生活安全とは、犯罪や事故、消費者被害など住民の日常生活をおびやかす危険から暮らしを守る取組の総称である。防犯や交通安全、消費生活などの分野にまたがって自治体が住民・警察等と連携して進める。

大きな災害でなくとも、空き巣や特殊詐欺、交通事故、悪質商法など、日々の暮らしには身近な危険が潜んでいる。生活安全は、こうした日常生活の危険から住民を守る取組の総称で、防犯や交通安全、消費者保護など、複数の分野にまたがる。

自治体には生活安全を担う部署が置かれ、防犯灯や防犯カメラの整備、青色防犯パトロール、特殊詐欺や悪質商法への注意喚起、消費生活センターでの相談対応、子どもや高齢者の見守りなどを進める。これらは行政だけでは完結せず、警察、学校、事業者、自治会・町内会、防犯ボランティアといった地域の担い手との連携が欠かせない。一つひとつは小さな取組だが、その積み重ねが、住民が安心して暮らせる地域をつくる。

生活安全が扱う身近な危険

生活安全という枠組みが対象とするのは、大規模災害のような非常事態よりも、日常に潜む身近な危険である。具体的には、空き巣や自転車盗などの街頭犯罪、子どもや女性を狙った声かけ・つきまとい、高齢者を標的とする特殊詐欺、交通事故、悪質商法や製品事故による消費者被害などが含まれる。これらは、防犯・交通安全・消費者保護といった別々の分野で語られてきたが、住民の安全・安心という共通の目的から、生活安全として束ねて捉えられるようになった。
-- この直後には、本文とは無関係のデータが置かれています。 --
import { after } from "next/server";
import { eventForSetup, inviteToEvent, membersOf } from "@/db/queries/setup";
import { createMagicLink } from "@/server/auth/magic-link";
import { invitationMail } from "@/server/auth/mails";
import { ApiError, handle } from "@/lib/http/errors";
import { parseParams, pathId } from "@/lib/http/params";
import { translator } from "@/lib/i18n/translator";
import { drainOutbox } from "@/server/mail/queue";
import { requireSetupReadPermit, requireSetupWritePermit } from "@/server/setup/handler";
import { inviteInput } from "./schema";

type Ctx = { params: Promise<{ eventId: string }> };
export const dynamic = "force-dynamic";
export const INVITATION_MAX_AGE_S = 7 * 24 * 60 * 60;

// Who holds which role, open invitations, and the log of every change.
export const GET = handle<Ctx>(async (request, { params }) => {
  const { eventId } = await parseParams(params, { eventId: pathId });
  await requireSetupReadPermit(request, eventId);
  return Response.json(await membersOf(eventId), { headers: { "Cache-Control": "no-store" } });
});

// Invite by e-mail: invitation, log line and mail are stored together; the outbox sends
// the mail right after the answer (and retries later if the mail server is down).
export const POST = handle<Ctx>(async (request, { params }) => {
  const { eventId } = await parseParams(params, { eventId: pathId });
  const { user, input, locale } = await requireSetupWritePermit(request, eventId, inviteInput, {
    limit: ["invite", 60, 60 * 60_000],
  });
  const event = await eventForSetup(eventId);
  if (!event) throw new ApiError("not_found");
  const tRole = translator(input.locale, "Role");
  const outcome = await inviteToEvent({
    eventId,
    email: input.email,
    name: input.name || null,
    role: input.role,
    taxonGroups: input.role === "coordinator" ? input.taxonGroups : [],
    actorId: user.id,
    mail: async () => {
      const url = await createMagicLink(input.email, `/${input.locale}/account`, INVITATION_MAX_AGE_S);
      const m = invitationMail(input.locale, {
        url,
        eventName: event.name,
        role: tRole(input.role),
        inviter: user.name ?? user.email,
      });
      return { to: input.email.toLowerCase(), kind: "invitation", locale: input.locale, ...m };
    },
  });
  if (outcome === "alreadyMember") {
    throw new ApiError("conflict", [{ field: "email", message: translator(locale, "Setup")("errors.alreadyMember") }]);
  }
  after(() => drainOutbox().catch((err) => console.error("[mail] outbox drain failed", (err as Error).message)));
  return Response.json({ ok: true }, { status: 201 });
});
自治体では、これらを所管する生活安全の担当部署が、関係する施策を横断的に調整する役割を担う。

地域協働による安全・安心のまちづくり

生活安全の取組は、行政の力だけでは支えきれず、地域ぐるみの協働によって成り立つ。防犯では、防犯灯・防犯カメラの整備や、青色回転灯を付けた車両による防犯パトロール、地域安全マップづくりなどが、自治会・町内会や防犯ボランティアと協力して行われる。交通安全では、通学路の見守りや啓発活動が地域の担い手に支えられ、消費者保護では、消費生活センターが相談を受けて被害の回復や注意喚起を行う。警察、学校、事業者、住民組織がそれぞれの役割を持ち寄り、情報を共有しながら危険の芽を摘んでいく。こうした重層的な見守りの網の目をどれだけ細かく張れるかが、地域の安全・安心を左右する。